Nombreux sont les lecteurs qui ambitionnent de dresser la liste de leurs plus significatives « rencontres personnelles » avec la littérature. Rares sont ceux qui pourraient le faire avec le raffinement, la justesse, l’empan culturel de Roland Bourneuf. Avec Pierres de touche, nous sommes loin des anthologies, des perles isolées et autres Lagarde & Michard, mais nous sommes plus près que jamais d’une pénétrante réflexion sur « l’utilité du mot écrit et lu ». Plus près de la lecture complice d’un Alberto Manguel que des hommages pourtant défendables que rend Jean d’Ormesson à ses galeries d’auteurs. Bourneuf réussit, en effet, à faire circuler le flux vital entre le livre, l’auteur, le lecteur.
Roland Bourneuf raconte ses « rencontres ». Elles sont, dans la très grande majorité des cas, celles qu’un humain d’aujourd’hui peut valoriser sans morgue ni honte, celles que le cœur et l’âme choisissent alors que l’érudition se borne à additionner. Giono, Gracq, Le Clézio, Supervielle, Camus et Yourcenar, plutôt que Valéry, Claudel, Montherlant ou Sartre. L’auteur ne pontifie jamais. Il ne renie pas le choc provoqué par le contact premier avec Le grand Meaulnes, mais il reconnaît à chacun le droit à ses préférences ; obéissant à ce doute qui marque le véritable intellectuel, il retourne même sur ses pas pour vérifier la permanence de ses impressions. Tantôt l’œuvre perd de son éclat, tantôt l’instant privilégié éclate de nouveau. L’aiglon résiste, Le grand Meaulnes et Le petit prince un peu moins bien.

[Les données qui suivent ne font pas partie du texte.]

import type { TuningRevisionDto } from './dto/history.dto.js';

const HEAD = [
  'revision',
  'applied_at',
  'applied_by',
  'source',
  'proposal',
  'structure',
  'lambda_rad_per_s',
  'feed_forward',
  'kp',
  'ki',
  'kd',
  'kv',
  'ka',
  'note',
];

/**
 * A field as RFC 4180 has it. What a spreadsheet would take for a formula is made text by an apostrophe (OWASP, CSV
 * injection; from memory).
 */
function field(value: string | number | boolean | null): string {
  if (value === null) return '';
  const text = typeof value === 'string' && /^[=+\-@\t\r]/.test(value) ? `'${value}` : String(value);
  return /[",\r\n]/.test(text) ? `"${text.replaceAll('"', '""')}"` : text;
}

/** Tuning revisions as CSV (RFC 4180, header row): gains in %/mm, %/(mm·s), %·s/mm, %·s/mm, %·s²/mm. */
export const tuningsCsv = (tunings: readonly TuningRevisionDto[]): string =>
  [
    HEAD,
    ...tunings.map(
      ({ revision, appliedAt, appliedBy, source, proposalId, structure, lambda, feedForward, gains, note }) =>
        [
          revision,
          appliedAt.toISOString(),
          appliedBy,
          source,
          proposalId,
          structure,
          lambda,
          feedForward,
          gains.kp,
          gains.ki,
          gains.kd,
          gains.kv ?? 0,
          gains.ka ?? 0,
          note,
        ].map(field),
    ),
  ]
    .map((row) => `${row.join(',')}\r\n`)
    .join('');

Tous les âges et tous les genres littéraires nourrissent cette osmose entre la littérature et un homme qui, en plus de dialoguer avec les auteurs et les textes, construit son œuvre. L’adolescence et ses découvertes, la consommation boulimique du roman à tel moment de la trajectoire, l’émergence de l’essai comme pôle majeur, tout cela s’enchaîne, se fond, se clarifie au rythme des confidences qu’échangent, constamment, le lecteur, le texte et les auteurs. Ni les époques ni les frontières ne restreignent les contacts. Bourneuf manifeste une affection particulière pour les grands Russes (Tolstoï, Pasternak, Soljenitsyne, Dostoïevski), pour les Allemands de haut vol (Hesse, Mann, Broch, Jünger et consorts), mais il lui en reste assez pour admirer Montaigne, Le Clézio, Camus, le Bernanos des romans, Yourcenar et Ramuz. En revanche, le monde anglo-saxon, sans être ignoré, semble moins attirant.
Plutôt que de glisser à la nostalgie qui limiterait les lecteurs vieillissants à la relecture des classiques, le critique équilibre les découvertes et les pèlerinages, l’auscultation du présent et l’hommage aux valeurs décantées. Il n’a pas de temps à perdre avec les scories que rentabilise l’industrie du best-seller et aucun snobisme ne le fera louanger ce qui ne fait que passer ; il avoue cependant son ennui face à des gloires flétries, celle d’Anatole France par exemple. De Bourget, autre exemple, pas un mot. On entend, dans ses remarques sur les vides de la production littéraire actuelle, un écho des propos tenus par Fernand Dumont, Jean Hamelin, Guy Rocher, qu’on retrouve dans Parole d’historiens : en progressant dans la voie de la spécialisation, beaucoup oublient que le livre doit toujours consentir à l’exigence du style, du beau, de l’élégance. Si la préoccupation littéraire, au sens esthétique du terme, est absente de tant de livres modernes, peut-on encore parler de littérature ?
Un livre majeur qui ne peut advenir qu’au terme d’une existence occupée par le mot écrit et lu. Toute la vie de Roland Bourneuf donne à ce mot son sens le plus complet.